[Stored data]
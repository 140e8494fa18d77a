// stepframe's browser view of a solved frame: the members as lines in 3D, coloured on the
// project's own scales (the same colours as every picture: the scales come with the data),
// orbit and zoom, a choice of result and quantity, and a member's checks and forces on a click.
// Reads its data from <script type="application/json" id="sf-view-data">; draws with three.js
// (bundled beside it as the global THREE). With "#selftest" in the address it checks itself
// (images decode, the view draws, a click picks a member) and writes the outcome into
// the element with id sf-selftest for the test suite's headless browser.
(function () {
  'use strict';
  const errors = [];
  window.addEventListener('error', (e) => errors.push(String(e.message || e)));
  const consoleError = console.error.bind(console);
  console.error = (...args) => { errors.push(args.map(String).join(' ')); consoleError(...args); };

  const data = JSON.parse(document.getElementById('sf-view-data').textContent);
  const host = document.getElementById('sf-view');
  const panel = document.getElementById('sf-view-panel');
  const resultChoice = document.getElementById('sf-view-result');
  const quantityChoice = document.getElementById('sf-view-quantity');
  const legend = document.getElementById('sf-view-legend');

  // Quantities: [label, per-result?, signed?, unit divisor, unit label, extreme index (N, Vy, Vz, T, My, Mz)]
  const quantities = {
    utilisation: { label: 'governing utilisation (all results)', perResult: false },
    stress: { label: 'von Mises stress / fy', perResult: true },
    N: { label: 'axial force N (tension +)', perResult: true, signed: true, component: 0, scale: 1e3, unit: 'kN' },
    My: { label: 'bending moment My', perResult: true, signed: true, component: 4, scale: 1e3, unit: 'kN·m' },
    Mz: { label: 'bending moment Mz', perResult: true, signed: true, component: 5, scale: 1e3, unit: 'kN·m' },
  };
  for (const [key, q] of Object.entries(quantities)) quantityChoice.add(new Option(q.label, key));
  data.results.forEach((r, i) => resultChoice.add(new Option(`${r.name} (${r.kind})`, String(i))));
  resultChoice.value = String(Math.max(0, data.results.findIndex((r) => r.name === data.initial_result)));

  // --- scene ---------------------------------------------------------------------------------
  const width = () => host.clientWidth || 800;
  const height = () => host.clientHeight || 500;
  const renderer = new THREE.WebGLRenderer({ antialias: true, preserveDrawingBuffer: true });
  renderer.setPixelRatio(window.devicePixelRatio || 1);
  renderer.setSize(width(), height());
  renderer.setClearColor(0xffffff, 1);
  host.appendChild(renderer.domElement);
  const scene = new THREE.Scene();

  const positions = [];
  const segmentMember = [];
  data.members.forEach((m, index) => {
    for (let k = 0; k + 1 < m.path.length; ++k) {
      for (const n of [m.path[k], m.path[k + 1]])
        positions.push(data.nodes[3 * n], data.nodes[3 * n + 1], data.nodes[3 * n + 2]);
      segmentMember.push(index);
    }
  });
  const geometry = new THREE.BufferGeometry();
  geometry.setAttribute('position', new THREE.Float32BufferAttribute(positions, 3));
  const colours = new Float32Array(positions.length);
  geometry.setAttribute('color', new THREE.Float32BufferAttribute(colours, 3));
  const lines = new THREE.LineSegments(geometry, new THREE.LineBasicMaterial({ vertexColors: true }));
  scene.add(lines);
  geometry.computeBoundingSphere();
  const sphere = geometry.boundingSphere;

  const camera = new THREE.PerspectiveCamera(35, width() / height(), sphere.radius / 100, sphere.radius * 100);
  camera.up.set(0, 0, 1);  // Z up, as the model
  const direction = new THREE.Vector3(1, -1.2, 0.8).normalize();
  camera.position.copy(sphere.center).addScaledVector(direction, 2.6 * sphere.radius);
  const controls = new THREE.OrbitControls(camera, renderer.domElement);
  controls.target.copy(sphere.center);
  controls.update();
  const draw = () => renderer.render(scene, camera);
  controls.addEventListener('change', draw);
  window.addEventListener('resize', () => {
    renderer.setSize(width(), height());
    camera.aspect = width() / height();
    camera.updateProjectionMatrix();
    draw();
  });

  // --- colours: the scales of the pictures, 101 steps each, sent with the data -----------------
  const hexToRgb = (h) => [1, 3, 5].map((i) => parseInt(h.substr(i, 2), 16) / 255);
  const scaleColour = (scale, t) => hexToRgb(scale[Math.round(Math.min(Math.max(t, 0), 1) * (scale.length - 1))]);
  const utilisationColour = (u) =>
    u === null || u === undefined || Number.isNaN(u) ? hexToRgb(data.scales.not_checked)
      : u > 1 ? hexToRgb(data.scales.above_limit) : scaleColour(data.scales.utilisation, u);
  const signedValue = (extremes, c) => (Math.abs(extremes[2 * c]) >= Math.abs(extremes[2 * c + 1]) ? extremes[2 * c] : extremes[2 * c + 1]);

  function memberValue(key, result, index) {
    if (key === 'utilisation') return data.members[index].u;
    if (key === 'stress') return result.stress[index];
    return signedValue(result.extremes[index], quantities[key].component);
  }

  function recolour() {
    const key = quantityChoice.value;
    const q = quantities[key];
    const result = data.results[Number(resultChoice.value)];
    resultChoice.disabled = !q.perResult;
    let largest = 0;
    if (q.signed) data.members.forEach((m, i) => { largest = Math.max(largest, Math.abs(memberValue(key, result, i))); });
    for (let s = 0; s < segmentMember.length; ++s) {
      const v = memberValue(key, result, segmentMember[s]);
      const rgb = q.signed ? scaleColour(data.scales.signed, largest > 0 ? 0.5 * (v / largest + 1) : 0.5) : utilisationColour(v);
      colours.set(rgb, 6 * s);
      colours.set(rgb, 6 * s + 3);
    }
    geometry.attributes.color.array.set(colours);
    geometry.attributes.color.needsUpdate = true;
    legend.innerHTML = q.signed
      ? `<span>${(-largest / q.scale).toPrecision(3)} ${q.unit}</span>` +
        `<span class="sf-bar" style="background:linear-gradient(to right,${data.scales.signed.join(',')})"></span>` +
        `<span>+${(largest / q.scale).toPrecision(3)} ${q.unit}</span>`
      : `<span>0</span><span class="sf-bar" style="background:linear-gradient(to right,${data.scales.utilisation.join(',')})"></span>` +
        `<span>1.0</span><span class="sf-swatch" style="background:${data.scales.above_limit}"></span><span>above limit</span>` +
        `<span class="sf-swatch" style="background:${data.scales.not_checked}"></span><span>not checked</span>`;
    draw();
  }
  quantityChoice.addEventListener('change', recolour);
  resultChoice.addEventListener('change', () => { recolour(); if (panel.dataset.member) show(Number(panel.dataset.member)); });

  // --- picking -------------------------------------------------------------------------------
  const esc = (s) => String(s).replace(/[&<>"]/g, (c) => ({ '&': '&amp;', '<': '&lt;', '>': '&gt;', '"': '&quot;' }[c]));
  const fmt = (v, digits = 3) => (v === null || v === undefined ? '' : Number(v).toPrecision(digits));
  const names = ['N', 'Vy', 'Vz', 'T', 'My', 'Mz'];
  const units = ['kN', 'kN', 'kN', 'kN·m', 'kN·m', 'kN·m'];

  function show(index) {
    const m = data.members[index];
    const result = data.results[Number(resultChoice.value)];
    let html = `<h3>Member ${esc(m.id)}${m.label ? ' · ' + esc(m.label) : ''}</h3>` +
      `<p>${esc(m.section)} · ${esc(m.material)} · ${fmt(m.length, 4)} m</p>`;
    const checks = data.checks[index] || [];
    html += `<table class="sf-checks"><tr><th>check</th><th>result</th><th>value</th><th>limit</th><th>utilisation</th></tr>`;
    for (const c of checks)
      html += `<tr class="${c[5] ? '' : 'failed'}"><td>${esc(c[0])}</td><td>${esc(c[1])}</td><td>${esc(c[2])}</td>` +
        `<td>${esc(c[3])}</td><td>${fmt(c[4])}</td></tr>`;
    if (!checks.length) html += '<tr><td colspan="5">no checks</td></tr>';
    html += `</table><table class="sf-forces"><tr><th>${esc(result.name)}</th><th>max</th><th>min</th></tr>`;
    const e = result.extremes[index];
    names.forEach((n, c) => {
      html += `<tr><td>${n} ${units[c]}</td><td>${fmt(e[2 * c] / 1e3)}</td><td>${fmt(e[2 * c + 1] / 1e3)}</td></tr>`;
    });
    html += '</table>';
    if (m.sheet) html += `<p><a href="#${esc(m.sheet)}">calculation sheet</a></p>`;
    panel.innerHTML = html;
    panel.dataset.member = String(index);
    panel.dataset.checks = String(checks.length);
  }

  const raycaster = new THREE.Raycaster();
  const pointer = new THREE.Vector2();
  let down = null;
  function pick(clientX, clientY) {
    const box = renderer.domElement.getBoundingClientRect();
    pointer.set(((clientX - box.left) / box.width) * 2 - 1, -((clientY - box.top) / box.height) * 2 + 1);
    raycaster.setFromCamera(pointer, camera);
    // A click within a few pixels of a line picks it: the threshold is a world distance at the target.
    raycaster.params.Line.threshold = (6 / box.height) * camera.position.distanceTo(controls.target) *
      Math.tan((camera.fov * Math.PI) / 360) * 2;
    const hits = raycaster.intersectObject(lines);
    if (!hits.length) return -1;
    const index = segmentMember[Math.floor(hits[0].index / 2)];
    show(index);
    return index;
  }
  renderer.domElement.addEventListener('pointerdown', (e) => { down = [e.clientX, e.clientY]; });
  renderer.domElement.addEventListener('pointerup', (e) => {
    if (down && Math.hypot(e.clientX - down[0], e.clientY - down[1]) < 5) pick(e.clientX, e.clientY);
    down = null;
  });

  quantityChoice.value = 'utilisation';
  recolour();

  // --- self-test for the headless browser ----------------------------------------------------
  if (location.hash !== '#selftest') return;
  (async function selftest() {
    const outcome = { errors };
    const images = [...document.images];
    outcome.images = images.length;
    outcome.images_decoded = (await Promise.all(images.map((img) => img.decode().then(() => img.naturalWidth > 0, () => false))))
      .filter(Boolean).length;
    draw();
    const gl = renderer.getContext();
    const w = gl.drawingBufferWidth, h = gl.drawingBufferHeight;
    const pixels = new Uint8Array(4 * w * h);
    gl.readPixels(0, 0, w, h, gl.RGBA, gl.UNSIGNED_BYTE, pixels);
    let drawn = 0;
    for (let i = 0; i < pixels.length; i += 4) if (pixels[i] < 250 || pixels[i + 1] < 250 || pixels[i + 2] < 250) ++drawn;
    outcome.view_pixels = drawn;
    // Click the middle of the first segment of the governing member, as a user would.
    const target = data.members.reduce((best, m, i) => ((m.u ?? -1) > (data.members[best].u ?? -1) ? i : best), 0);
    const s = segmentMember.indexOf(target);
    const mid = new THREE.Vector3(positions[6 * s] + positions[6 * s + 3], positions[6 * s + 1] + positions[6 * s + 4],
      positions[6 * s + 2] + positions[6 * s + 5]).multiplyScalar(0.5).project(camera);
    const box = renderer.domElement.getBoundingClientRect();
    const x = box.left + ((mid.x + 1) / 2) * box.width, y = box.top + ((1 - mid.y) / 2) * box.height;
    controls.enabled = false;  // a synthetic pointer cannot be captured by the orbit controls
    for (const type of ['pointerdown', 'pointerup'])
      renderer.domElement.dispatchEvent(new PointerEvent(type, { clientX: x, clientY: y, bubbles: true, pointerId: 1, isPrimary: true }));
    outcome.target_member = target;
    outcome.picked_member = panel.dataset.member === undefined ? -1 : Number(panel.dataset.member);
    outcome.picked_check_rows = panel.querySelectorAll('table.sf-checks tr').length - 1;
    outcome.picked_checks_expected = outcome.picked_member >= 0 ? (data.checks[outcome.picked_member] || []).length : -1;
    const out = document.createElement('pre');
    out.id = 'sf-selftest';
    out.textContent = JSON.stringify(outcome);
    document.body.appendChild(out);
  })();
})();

◆ **Exercise**
Every line that contains the string "images" should be returned from the data.

◆ **Result below**
// (images decode, the view draws, a click picks a member) and writes the outcome into
    const images = [...document.images];
    outcome.images = images.length;
    outcome.images_decoded = (await Promise.all(images.map((img) => img.decode().then(() => img.naturalWidth > 0, () => false))))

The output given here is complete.